Pensé en varias novelas, en sus personajes que presagiaban sentimientos y emociones, en sus autores que contaron desde siempre como sería ese día que se materializó para siempre en una fecha que todos vamos a recordar. Desde el interior, en mi biblioteca, los libros que lo advertían no pueden evitar una sonrisita socarrona en la que se lee un te lo dije de tinta.

Pensé en la Historia, metida ahora a juez, repasando la biografía del hombre de verde olivo y tabaco. No le será difícil emitir su sentencia: nadie absuelve a quien secuestra la libertad para repartirla a su antojo, para adoctrinarla y prostituirla. Una vida que lleva esperando un juicio de la Historia es una vida, como poco, sospechosa.

Todas las dictaduras, todas, son condenables. De derechas o de izquierdas, de verde oliva o sin uniforme, ninguna puede ser absuelta sin faltarle a la razón y al derecho. Soñar la absolución por parte de una Historia togada y discutiendo con la Justicia sin venda en los ojos, es una pesadilla de la que ya nos hemos despertado muchas veces. Pero nada, no escarmentamos, por mucho que la literatura nos advierta.

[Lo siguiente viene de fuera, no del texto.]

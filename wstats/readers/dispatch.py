"""Read a data file into a :class:`RawTable`: raw codes plus the file's own metadata.

The file type is taken from the extension through the plain-dict registry :data:`FORMATS`.
Each family has its own module: ``xpt`` (fast transport reader, written separately; this
module falls back to pyreadstat when it is absent or declines a file), ``stat`` (pyreadstat:
.sas7bdat, .sav, .dta), ``text`` (CSV/TSV, optionally gzip-compressed) and ``parquet`` (Parquet,
including the cache written by :func:`wstats.readers.cache.convert`). The family modules are
imported only when a file of theirs is read, so importing this module stays cheap.

Every failure caused by the file or the request is a one-line :class:`ReadError` (or
:class:`ColumnError`) that names the file.
"""

from __future__ import annotations

import codecs
import os
import stat
from collections.abc import Sequence
from pathlib import Path

from wstats.errors import ReadError
from wstats.readers.common import Rows, check_unique, is_utf8
from wstats.readers.raw import RawColumn, RawTable

__all__ = [
    "FORMATS", "RawColumn", "RawTable", "check_encoding", "file_columns", "format_of", "read_raw",
]

#: File extension (lower case, with the dot) -> format name. Longest match wins.
FORMATS: dict[str, str] = {
    ".xpt": "xpt",
    ".xport": "xpt",
    ".sas7bdat": "sas7bdat",
    ".sav": "sav",
    ".zsav": "zsav",
    ".por": "por",
    ".dta": "dta",
    ".csv": "csv",
    ".tsv": "tsv",
    ".csv.gz": "csv",
    ".tsv.gz": "tsv",
    ".parquet": "parquet",
}

def read_raw(
    path: str | os.PathLike[str],
    columns: Sequence[str] | None = None,
    rows: Rows | None = None,
    progress: bool = False,
    encoding: str = "utf-8",
) -> RawTable:
    """Read a data file's raw codes and metadata.

    Parameters
    ----------
    path : the data file; its extension picks the reader (see :data:`FORMATS`).
    columns : names of the columns to read, in the order wanted; None reads all of them.
    rows : ``(start, stop)`` row subset, 0-based, stop exclusive (None = to the end).
    progress : show a progress bar on stderr when stderr is a terminal.
    encoding : text encoding of a CSV/TSV file, or of the labels of a .sas7bdat/.sav/.dta file.
        For those files the default ``"utf-8"`` lets the file's own declaration decide.

    Returns
    -------
    RawTable
        Numeric columns as float64 (NaN = missing; tagged missing values keep their letter in
        ``tags``); character columns as object arrays of str ("" = blank).

    Raises
    ------
    ReadError
        The file is missing, a folder, unreadable, of unknown type, empty, corrupt, has no
        rows, repeats a column name, or is not in *encoding*.
    ColumnError
        A requested column is not in the file.

    Examples
    --------
    >>> table = read_raw("survey.sav", columns=["AGE", "wt_final"])  # doctest: +SKIP
    >>> table.columns["AGE"].data.dtype  # doctest: +SKIP
    dtype('float64')
    """
    source = Path(path)
    fmt = check_file(source)
    check_encoding(encoding, source, fmt)
    rows = _check_rows(source, rows, fmt)
    if fmt == "xpt":
        table = _read_xpt(source, columns, rows, progress, encoding)
    elif fmt in ("csv", "tsv"):
        from wstats.readers.text import read_text

        table = read_text(source, fmt, columns, rows, progress, encoding)
    elif fmt == "parquet":
        from wstats.readers.parquet import read_parquet

        table = read_parquet(source, columns, rows, progress)
    else:
        from wstats.readers.stat import read_stat

        table = read_stat(source, fmt, columns, rows, progress, encoding)
    _check_not_empty(source, table, rows)
    return table


def file_columns(path: str | os.PathLike[str], encoding: str = "utf-8") -> list[str]:
    """Return every column name of a data file, in file order, without reading the data.

    Parameters
    ----------
    path : the data file.
    encoding : as for :func:`read_raw`.

    Returns
    -------
    list of str

    Raises
    ------
    ReadError
        As for :func:`read_raw` (except "no rows", which needs the data).

    Examples
    --------
    >>> file_columns("survey.parquet")  # doctest: +SKIP
    ['AGE', 'wt_final', 'ds_strat']
    """
    source = Path(path)
    fmt = check_file(source)
    check_encoding(encoding, source, fmt)
    if fmt == "xpt":
        names = _xpt_columns(source, encoding)
    elif fmt in ("csv", "tsv"):
        from wstats.readers.text import text_columns

        names = text_columns(source, fmt, encoding)
    elif fmt == "parquet":
        from wstats.readers.parquet import parquet_columns

        names = parquet_columns(source)
    else:
        from wstats.readers.stat import stat_columns

        names = stat_columns(source, fmt, encoding)
    check_unique(source, names)
    return names


def format_of(path: str | os.PathLike[str]) -> str:
    """Return the format name for *path*'s extension, or raise ReadError listing the known ones."""
    name = Path(path).name.lower()
    matches = [ext for ext in FORMATS if name.endswith(ext)]
    if not matches:
        known = ", ".join(sorted(FORMATS))
        raise ReadError(f"'{path}' has an unknown file type; wstats reads {known}")
    return FORMATS[max(matches, key=len)]


def check_file(path: Path) -> str:
    """Check that *path* is a readable, non-empty file of a known type; return its format.

    Only regular files (or links to them) are accepted, and that is decided from ``stat``
    before anything is opened: opening a FIFO blocks until a writer comes, and a device such
    as ``/dev/zero`` has no size and no end.
    """
    try:
        mode = path.stat().st_mode
    except FileNotFoundError:
        if any(ch in path.name for ch in "*?["):  # a pattern reached a one-file command
            raise ReadError(
                f"data file '{path}' does not exist: a pattern pools several files only in "
                "estimate, compare, nonresponse, bounds, table and run; name one file here"
            ) from None
        raise ReadError(f"data file '{path}' does not exist; check the path") from None
    except OSError as exc:
        raise ReadError(f"data file '{path}' cannot be opened: {exc.strerror}") from exc
    if stat.S_ISDIR(mode):
        raise ReadError(f"'{path}' is a folder, not a data file; give the file inside it")
    if not stat.S_ISREG(mode):
        raise ReadError(f"'{path}' is {_kind_of(mode)}, not a regular file; save the data to "
                        "a file first and give that file's path")
    fmt = format_of(path)
    try:
        fd = os.open(path, os.O_RDONLY)
        try:
            head = os.read(fd, 64)
        finally:
            os.close(fd)
    except OSError as exc:
        raise ReadError(f"data file '{path}' cannot be opened: {exc.strerror}") from exc
    if path.stat().st_size == 0:
        raise ReadError(f"data file '{path}' is empty (0 bytes)")
    _check_content(path, fmt, head)
    return fmt


#: How files of each family begin, and the extension to give them.
_MAGIC: list[tuple[bytes, str, str, str]] = [
    (b"PAR1", "parquet", "a Parquet file", ".parquet"),
    (b"$FL2", "sav", "a .sav system file", ".sav"),
    (b"$FL3", "sav", "a compressed .zsav system file", ".zsav"),
    (b"HEADER RECORD*******LIB", "xpt", "a transport (.xpt) file", ".xpt"),
    (b"<stata_dta>", "dta", "a .dta file", ".dta"),
    (b"\x1f\x8b", "gzip", "gzip-compressed", ".csv.gz"),
]
_FAMILY = {"zsav": "sav", "por": "sav", "tsv": "csv"}


def _check_content(path: Path, fmt: str, head: bytes) -> None:
    """Refuse a file whose first bytes show another format than its extension names."""
    family = _FAMILY.get(fmt, fmt)
    for magic, kind, words, suffix in _MAGIC:
        if not head.startswith(magic) or kind == family:
            continue
        if kind == "gzip" and path.name.lower().endswith(".gz"):
            return
        shown = (f"'{magic.decode('ascii')}'" if magic.isascii() and magic.decode().isprintable()
                 else f"the bytes {magic.hex(' ')}")
        raise ReadError(f"'{path}' is named as {fmt} but looks like {words} (it starts with "
                        f"{shown}); wstats goes by the extension: rename it to {suffix}")


def _kind_of(mode: int) -> str:
    """Name the kind of a non-regular, non-folder file for a message."""
    kinds = [(stat.S_ISFIFO, "a named pipe (FIFO)"), (stat.S_ISCHR, "a character device"),
             (stat.S_ISBLK, "a block device"), (stat.S_ISSOCK, "a socket")]
    return next((name for test, name in kinds if test(mode)), "a special file")


def check_encoding(encoding: str, path: Path | None = None, fmt: str = "csv") -> None:
    """Raise ReadError when *encoding* cannot decode the text of a data file.

    The name must be a text codec Python knows (not a bytes-to-bytes codec such as
    ``base64``); for the binary formats, whose names and labels sit among ASCII structure, it
    must also read ASCII as ASCII (``utf-16`` does not).
    """
    where = f" for '{path}'" if path is not None else ""
    try:
        info = codecs.lookup(encoding)
    except LookupError as exc:
        raise ReadError(f"unknown encoding '{encoding}'{where}; use e.g. 'utf-8', 'latin-1' "
                        "or 'cp1252'") from exc
    if not getattr(info, "_is_text_encoding", True):
        raise ReadError(f"'{encoding}' is not a text encoding{where}; use e.g. 'utf-8', "
                        "'latin-1' or 'cp1252'")
    if fmt not in ("csv", "tsv") and not _ascii_compatible(info):
        raise ReadError(f"encoding '{encoding}'{where} does not keep ASCII bytes as they are, "
                        "which the file's structure needs; use e.g. 'latin-1' or 'cp1252'")


def _ascii_compatible(info: codecs.CodecInfo) -> bool:
    """Tell whether a codec reads ASCII bytes as the same characters."""
    probe = "AZaz09_ "
    try:
        return info.encode(probe)[0] == probe.encode("ascii")
    except (UnicodeError, ValueError, TypeError):
        return False


#: Largest row number the pyreadstat formats take (a C int); past it means "to the end".
_INT_ROWS = 2**31 - 1
#: Largest row number any reader takes (a signed 64-bit offset).
_ANY_ROWS = 2**62


def _check_rows(path: Path, rows: Rows | None, fmt: str = "parquet") -> Rows | None:
    """Return a row subset with any end past what a format can hold read as "to the end".

    No file of the format can have a row there, so the range goes on to the last row; a
    start there leaves no rows. Raises ReadError when the subset is not
    ``(start >= 0, stop >= start or None)``.
    """
    if rows is None:
        return None
    start, stop = rows
    if start < 0 or (stop is not None and stop < start):
        raise ReadError(
            f"row subset {rows} for '{path}' is not valid; give (start, stop) with "
            "0 <= start <= stop, or stop None for the rest of the file"
        )
    cap = _ANY_ROWS if fmt in ("csv", "tsv", "parquet") else _INT_ROWS
    if start >= cap:
        raise ReadError(f"'{path}' has no rows in the row subset {rows}; rows count from 0")
    return start, None if stop is None or stop > cap else stop


def _check_not_empty(path: Path, table: RawTable, rows: Rows | None) -> None:
    """Raise ReadError when nothing was read."""
    if table.n_rows > 0:
        return
    if rows is not None:
        raise ReadError(f"'{path}' has no rows in the row subset {rows}; rows count from 0")
    raise ReadError(f"'{path}' has no rows; nothing to analyse")


def _read_xpt(
    path: Path, columns: Sequence[str] | None, rows: Rows | None, progress: bool, encoding: str
) -> RawTable:
    """Read a transport file with the fast reader, falling back to pyreadstat."""
    if is_utf8(encoding):
        try:
            from wstats.readers.xpt import XptUnsupported, read_xpt
        except ImportError:
            pass
        else:
            try:
                fast: RawTable = read_xpt(path, columns=columns, rows=rows, progress=progress)
            except XptUnsupported:
                pass
            else:
                return fast
    from wstats.readers.stat import read_stat  # the fallback only: its module costs 6 ms

    return read_stat(path, "xpt", columns, rows, progress, encoding)


def _xpt_columns(path: Path, encoding: str) -> list[str]:
    """List a transport file's columns with the fast reader, falling back to pyreadstat."""
    if is_utf8(encoding):
        try:
            from wstats.readers.xpt import XptUnsupported, xpt_file_columns
        except ImportError:
            pass
        else:
            try:
                names: list[str] = xpt_file_columns(path)
            except XptUnsupported:
                pass
            else:
                return names
    from wstats.readers.stat import stat_columns  # the fallback only

    return stat_columns(path, "xpt", encoding)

Es perverso decir que el dictador murió en su cama, como si los años transcurridos hasta la muerte legitimarán la situación. Pensar que un pueblo entierra a su dictador suspirando por otro es una quimera que no conviene seguir. Tantos años hasta las canas no son más que la medida de la represión y el miedo. No sólo muere un ser humano, muere el motivo, la razón de ser de un sistema que sólo se nutre, necesariamente, de la represión de toda libertad.

¡Pero mira lo que hemos conquistado!, dicen los entusiastas, los bien pagaos del régimen, los incondicionales de salón, olvidando que toda dictadura que se precie tiene como propaganda las infraestructuras y los enemigos externos, son su razón de ser, como lo son la reescritura de la Historia, la celebración de días “sagrados” para el benefactor o la “disciplina” del pueblo, que no es otra cosa que el típico “ordeno y mando” disfrazado de paternalismo.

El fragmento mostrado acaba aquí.